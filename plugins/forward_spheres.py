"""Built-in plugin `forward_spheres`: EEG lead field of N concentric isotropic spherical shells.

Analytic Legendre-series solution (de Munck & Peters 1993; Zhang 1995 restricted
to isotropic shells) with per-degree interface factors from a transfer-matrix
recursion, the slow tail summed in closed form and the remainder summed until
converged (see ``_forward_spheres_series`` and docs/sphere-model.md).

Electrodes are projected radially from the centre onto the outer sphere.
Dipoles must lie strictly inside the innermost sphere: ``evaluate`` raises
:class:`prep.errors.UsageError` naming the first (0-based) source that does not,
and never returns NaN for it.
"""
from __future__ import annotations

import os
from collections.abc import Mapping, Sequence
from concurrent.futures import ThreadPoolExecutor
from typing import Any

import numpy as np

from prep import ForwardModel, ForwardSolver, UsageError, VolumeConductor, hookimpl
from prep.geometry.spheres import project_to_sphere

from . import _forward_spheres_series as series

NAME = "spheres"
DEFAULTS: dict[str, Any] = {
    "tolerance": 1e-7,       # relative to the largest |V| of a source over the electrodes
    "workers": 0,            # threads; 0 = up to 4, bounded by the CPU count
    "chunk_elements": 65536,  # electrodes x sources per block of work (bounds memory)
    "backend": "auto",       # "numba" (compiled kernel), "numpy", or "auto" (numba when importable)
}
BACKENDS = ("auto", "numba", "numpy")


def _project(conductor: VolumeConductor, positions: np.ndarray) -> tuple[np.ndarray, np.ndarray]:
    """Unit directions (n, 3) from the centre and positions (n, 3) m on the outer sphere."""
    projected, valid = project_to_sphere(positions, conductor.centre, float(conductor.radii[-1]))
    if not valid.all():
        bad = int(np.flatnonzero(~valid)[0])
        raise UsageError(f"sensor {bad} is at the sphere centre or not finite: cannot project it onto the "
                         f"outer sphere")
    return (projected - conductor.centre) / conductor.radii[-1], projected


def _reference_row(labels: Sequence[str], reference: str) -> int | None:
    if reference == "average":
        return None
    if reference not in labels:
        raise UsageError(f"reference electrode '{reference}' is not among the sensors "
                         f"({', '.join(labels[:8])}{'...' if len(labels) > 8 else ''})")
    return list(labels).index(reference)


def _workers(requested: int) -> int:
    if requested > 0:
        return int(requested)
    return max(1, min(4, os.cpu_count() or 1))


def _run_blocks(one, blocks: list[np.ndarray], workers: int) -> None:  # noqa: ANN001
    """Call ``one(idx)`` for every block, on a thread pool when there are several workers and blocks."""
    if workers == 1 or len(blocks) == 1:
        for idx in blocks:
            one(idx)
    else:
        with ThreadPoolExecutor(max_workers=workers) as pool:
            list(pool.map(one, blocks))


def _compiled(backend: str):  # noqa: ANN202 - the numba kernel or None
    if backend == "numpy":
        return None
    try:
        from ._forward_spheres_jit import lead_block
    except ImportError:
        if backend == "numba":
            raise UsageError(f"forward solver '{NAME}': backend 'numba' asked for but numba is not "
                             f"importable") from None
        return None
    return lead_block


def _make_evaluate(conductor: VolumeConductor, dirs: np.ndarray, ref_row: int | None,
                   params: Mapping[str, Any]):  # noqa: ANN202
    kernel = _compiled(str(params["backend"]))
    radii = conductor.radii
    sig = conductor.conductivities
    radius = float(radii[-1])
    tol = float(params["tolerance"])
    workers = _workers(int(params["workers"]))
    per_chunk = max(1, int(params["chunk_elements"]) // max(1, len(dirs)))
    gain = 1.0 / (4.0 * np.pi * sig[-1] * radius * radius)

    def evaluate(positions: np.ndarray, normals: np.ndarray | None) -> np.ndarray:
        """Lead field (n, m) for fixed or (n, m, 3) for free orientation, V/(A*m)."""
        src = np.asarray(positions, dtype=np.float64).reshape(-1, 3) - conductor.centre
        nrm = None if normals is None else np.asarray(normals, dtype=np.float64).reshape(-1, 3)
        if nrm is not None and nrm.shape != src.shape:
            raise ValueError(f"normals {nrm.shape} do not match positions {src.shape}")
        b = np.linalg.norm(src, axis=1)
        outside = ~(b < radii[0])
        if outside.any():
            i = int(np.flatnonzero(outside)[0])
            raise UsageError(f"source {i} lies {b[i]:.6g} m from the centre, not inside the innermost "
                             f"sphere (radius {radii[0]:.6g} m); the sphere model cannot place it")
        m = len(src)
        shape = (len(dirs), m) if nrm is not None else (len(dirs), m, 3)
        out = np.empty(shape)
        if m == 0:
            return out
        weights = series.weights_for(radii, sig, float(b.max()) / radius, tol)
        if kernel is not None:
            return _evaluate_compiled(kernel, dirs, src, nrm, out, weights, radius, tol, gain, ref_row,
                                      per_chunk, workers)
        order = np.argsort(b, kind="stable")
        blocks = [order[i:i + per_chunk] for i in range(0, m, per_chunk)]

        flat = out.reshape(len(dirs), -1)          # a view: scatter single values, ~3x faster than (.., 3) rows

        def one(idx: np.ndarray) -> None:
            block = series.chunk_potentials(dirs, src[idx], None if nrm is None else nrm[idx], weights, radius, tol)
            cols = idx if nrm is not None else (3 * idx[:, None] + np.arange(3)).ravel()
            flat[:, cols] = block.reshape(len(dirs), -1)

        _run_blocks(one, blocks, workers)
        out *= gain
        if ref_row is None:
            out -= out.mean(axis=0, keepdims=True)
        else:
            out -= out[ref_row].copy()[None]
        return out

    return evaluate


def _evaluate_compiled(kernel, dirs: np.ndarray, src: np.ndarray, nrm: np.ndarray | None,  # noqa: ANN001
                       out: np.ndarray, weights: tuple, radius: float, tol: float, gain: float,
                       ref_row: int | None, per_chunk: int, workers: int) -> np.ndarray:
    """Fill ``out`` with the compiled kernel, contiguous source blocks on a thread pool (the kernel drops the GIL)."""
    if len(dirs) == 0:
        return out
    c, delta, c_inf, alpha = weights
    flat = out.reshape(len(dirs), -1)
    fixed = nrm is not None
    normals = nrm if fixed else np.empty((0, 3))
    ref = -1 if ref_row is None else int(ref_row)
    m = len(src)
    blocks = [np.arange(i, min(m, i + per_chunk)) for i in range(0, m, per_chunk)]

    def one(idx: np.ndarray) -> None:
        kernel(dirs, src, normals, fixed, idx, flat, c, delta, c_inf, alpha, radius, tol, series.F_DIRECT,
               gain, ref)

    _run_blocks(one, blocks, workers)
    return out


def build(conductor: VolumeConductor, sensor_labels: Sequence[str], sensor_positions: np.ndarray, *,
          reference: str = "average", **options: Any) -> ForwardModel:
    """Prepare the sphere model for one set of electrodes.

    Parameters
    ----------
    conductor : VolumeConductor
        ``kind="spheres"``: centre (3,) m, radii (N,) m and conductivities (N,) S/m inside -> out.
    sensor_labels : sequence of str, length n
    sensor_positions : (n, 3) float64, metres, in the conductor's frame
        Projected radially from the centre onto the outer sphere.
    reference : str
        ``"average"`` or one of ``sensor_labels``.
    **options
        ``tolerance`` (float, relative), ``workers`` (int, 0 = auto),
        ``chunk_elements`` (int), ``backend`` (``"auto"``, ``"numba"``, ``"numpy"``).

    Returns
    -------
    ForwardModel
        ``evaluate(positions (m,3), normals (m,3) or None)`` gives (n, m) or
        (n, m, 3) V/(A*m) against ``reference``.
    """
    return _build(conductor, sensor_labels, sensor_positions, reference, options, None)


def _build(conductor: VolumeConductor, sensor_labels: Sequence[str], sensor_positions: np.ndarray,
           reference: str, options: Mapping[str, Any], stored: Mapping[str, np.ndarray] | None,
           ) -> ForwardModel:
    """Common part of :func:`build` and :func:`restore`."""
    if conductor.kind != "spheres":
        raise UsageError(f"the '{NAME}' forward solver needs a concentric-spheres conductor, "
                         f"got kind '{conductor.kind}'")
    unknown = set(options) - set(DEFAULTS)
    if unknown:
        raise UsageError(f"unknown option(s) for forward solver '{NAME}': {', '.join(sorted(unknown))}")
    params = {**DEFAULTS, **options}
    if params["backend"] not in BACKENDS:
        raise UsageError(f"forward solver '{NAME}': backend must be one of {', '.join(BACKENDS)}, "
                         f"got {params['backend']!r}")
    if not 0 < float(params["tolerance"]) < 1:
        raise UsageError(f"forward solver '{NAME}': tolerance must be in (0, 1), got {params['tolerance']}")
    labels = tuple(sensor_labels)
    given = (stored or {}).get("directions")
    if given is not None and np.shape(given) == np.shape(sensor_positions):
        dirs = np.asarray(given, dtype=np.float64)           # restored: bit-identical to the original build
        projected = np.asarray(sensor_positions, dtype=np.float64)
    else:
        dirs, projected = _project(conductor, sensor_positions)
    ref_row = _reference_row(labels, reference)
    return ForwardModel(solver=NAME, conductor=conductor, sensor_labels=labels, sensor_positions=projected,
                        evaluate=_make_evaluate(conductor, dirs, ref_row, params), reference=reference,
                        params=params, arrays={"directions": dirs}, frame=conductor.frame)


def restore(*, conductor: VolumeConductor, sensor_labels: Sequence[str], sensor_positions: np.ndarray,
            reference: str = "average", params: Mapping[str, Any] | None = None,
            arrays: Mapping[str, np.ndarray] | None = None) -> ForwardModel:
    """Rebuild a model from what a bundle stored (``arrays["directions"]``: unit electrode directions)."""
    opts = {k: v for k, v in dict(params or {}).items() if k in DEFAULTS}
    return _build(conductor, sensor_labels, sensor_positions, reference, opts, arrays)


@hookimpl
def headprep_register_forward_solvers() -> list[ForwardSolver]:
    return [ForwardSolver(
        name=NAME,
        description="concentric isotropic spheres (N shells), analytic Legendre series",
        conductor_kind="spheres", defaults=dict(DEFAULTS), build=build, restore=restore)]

==

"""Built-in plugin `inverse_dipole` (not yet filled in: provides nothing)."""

==

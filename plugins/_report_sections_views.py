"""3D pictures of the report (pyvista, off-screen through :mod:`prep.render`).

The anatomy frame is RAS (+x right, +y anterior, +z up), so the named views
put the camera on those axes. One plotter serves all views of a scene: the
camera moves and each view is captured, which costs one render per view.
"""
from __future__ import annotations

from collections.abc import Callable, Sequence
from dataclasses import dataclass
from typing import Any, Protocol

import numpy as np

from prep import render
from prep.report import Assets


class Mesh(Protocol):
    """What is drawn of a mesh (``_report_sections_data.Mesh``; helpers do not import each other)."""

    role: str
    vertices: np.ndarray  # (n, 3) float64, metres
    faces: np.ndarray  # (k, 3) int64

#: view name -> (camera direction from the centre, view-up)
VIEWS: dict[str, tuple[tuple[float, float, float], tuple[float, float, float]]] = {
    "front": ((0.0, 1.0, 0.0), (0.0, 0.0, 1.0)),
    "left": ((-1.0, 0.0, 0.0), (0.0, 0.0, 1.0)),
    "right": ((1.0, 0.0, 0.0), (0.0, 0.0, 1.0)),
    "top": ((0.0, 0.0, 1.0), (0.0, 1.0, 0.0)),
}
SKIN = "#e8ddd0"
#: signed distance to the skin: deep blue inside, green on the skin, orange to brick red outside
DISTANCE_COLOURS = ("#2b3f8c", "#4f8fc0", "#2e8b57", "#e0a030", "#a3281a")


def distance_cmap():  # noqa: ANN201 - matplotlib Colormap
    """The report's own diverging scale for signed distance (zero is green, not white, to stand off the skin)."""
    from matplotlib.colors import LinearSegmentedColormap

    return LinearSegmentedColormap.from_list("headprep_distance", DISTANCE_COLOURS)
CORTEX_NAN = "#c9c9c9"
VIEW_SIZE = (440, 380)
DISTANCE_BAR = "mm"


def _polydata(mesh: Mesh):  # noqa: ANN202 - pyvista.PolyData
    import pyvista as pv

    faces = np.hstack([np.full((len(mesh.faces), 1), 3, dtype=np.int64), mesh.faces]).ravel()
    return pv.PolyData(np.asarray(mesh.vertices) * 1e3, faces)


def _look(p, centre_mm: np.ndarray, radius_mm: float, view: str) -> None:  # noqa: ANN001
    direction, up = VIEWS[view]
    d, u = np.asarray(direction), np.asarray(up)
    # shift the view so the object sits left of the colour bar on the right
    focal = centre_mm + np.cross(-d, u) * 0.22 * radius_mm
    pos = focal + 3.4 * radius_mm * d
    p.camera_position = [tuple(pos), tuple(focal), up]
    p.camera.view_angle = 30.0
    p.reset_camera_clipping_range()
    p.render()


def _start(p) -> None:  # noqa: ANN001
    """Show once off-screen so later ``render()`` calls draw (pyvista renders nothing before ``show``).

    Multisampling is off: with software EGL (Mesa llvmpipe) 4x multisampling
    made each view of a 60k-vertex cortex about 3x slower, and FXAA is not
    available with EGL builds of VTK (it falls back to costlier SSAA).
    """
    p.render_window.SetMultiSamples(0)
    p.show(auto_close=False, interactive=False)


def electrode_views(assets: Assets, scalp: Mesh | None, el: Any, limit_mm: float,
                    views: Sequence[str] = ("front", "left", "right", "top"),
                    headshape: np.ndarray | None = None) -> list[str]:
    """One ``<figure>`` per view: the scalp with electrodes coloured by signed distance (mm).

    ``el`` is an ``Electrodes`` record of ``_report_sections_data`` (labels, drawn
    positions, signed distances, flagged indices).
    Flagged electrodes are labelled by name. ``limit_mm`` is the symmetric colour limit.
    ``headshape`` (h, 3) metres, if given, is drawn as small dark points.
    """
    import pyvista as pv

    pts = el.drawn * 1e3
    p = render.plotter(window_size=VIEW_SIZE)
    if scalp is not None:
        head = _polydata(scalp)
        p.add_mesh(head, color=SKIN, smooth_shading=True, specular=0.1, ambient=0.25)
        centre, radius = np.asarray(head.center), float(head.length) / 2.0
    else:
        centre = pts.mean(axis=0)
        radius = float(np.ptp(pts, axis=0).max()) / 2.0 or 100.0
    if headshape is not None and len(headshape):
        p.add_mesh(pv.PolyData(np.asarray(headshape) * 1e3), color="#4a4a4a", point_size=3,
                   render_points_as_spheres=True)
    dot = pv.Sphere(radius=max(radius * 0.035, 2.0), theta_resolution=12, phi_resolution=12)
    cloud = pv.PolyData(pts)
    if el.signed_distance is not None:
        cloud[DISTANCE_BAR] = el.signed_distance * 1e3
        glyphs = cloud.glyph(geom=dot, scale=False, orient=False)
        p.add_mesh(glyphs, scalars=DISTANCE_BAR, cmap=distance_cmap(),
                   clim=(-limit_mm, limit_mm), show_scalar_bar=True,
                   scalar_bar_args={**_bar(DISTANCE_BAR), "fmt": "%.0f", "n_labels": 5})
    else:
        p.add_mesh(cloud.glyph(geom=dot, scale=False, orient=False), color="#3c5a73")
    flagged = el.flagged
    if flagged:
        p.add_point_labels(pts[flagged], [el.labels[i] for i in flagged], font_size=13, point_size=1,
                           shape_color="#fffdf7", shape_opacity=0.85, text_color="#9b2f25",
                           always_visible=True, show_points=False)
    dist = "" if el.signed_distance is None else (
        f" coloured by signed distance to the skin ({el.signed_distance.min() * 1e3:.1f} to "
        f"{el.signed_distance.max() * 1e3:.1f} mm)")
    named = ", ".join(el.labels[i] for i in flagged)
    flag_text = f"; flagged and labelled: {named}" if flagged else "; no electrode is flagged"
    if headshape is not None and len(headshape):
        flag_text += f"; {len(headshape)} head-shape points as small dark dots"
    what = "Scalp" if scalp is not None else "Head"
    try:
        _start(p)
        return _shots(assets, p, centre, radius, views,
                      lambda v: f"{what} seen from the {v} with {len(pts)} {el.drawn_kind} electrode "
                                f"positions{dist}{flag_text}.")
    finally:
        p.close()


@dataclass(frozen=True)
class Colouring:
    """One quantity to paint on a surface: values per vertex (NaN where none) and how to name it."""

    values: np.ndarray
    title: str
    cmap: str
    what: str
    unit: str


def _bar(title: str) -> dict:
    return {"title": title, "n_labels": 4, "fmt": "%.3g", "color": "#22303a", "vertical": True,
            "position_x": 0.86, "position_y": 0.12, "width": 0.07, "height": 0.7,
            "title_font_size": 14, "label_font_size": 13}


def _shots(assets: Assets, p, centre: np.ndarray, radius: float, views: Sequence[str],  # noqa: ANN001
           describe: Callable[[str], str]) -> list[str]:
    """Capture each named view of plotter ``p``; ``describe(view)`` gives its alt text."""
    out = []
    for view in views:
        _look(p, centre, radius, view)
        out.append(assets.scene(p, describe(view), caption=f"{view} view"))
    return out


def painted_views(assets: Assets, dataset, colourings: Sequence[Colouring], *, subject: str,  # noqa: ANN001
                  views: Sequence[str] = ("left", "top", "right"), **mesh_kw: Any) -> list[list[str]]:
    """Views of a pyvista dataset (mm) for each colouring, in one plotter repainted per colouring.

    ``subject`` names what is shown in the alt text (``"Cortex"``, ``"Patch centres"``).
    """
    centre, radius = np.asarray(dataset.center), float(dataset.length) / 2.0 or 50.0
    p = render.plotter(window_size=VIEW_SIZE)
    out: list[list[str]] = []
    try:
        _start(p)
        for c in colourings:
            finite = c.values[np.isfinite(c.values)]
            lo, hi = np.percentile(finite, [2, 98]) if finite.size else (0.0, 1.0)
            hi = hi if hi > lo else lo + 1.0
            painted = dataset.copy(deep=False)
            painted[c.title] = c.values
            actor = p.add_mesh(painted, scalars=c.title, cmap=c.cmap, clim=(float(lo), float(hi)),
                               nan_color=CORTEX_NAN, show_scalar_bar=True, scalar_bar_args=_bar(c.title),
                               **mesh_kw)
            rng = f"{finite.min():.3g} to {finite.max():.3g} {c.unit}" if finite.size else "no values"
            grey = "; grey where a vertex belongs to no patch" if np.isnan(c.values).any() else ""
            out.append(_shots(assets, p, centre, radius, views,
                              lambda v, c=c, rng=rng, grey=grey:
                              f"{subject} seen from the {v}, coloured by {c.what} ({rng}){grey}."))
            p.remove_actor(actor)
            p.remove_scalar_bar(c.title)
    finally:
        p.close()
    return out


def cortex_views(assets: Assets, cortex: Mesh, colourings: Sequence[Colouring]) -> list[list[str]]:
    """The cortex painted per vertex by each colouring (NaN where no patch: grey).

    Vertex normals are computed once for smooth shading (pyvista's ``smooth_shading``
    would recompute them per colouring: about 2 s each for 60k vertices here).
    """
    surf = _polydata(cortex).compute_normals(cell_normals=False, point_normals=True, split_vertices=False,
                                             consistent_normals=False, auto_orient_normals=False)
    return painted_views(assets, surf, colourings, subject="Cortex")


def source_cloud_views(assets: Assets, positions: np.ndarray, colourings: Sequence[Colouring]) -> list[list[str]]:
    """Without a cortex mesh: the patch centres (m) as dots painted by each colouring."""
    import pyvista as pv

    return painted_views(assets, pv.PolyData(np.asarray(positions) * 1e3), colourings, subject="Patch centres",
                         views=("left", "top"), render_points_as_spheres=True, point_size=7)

> DIRECTIONS: Look above for the line with "ref_row: int | None, per_chunk: int, workers: int)" and the line with "reference : str"; transcribe both and all lines in between, exactly, and nothing else.

> REPLY TO THE EXERCISE:
                       ref_row: int | None, per_chunk: int, workers: int) -> np.ndarray:
    """Fill ``out`` with the compiled kernel, contiguous source blocks on a thread pool (the kernel drops the GIL)."""
    if len(dirs) == 0:
        return out
    c, delta, c_inf, alpha = weights
    flat = out.reshape(len(dirs), -1)
    fixed = nrm is not None
    normals = nrm if fixed else np.empty((0, 3))
    ref = -1 if ref_row is None else int(ref_row)
    m = len(src)
    blocks = [np.arange(i, min(m, i + per_chunk)) for i in range(0, m, per_chunk)]

    def one(idx: np.ndarray) -> None:
        kernel(dirs, src, normals, fixed, idx, flat, c, delta, c_inf, alpha, radius, tol, series.F_DIRECT,
               gain, ref)

    _run_blocks(one, blocks, workers)
    return out


def build(conductor: VolumeConductor, sensor_labels: Sequence[str], sensor_positions: np.ndarray, *,
          reference: str = "average", **options: Any) -> ForwardModel:
    """Prepare the sphere model for one set of electrodes.

    Parameters
    ----------
    conductor : VolumeConductor
        ``kind="spheres"``: centre (3,) m, radii (N,) m and conductivities (N,) S/m inside -> out.
    sensor_labels : sequence of str, length n
    sensor_positions : (n, 3) float64, metres, in the conductor's frame
        Projected radially from the centre onto the outer sphere.
    reference : str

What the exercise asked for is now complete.